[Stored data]
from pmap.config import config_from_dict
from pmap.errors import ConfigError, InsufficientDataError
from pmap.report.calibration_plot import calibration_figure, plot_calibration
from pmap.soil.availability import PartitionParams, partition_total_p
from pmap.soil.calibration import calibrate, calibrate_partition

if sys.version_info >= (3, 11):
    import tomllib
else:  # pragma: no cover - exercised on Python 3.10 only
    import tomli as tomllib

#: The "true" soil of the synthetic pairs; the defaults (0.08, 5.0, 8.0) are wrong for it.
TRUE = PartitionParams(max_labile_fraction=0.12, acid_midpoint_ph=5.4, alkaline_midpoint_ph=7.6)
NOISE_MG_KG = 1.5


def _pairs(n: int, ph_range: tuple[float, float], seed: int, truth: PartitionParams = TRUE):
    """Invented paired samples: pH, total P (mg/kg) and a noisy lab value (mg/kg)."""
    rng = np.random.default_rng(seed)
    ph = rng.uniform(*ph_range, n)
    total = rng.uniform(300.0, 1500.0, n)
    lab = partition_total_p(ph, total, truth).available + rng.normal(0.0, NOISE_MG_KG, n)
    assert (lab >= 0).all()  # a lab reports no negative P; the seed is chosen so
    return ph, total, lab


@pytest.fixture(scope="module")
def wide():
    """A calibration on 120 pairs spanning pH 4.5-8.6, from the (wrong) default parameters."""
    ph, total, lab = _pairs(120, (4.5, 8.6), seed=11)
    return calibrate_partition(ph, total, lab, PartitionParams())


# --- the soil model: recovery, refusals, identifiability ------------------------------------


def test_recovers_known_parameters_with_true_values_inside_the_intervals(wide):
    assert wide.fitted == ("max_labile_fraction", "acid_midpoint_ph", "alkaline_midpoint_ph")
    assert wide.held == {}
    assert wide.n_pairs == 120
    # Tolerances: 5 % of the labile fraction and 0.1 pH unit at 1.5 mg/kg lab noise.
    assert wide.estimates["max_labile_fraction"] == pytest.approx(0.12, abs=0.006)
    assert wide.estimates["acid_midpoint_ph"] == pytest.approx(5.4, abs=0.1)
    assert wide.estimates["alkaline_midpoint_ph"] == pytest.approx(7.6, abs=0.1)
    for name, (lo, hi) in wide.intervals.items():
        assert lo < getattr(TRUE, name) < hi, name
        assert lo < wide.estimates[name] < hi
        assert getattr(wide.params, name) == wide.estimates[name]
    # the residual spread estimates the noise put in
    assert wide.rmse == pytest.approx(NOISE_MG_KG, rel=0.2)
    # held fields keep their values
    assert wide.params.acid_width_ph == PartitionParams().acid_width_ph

» **GOAL OF THE EXERCISE**
Tally the lines in the records that contain the word "import"; the answer is that number and nothing more.

» **FINAL ANSWER**
7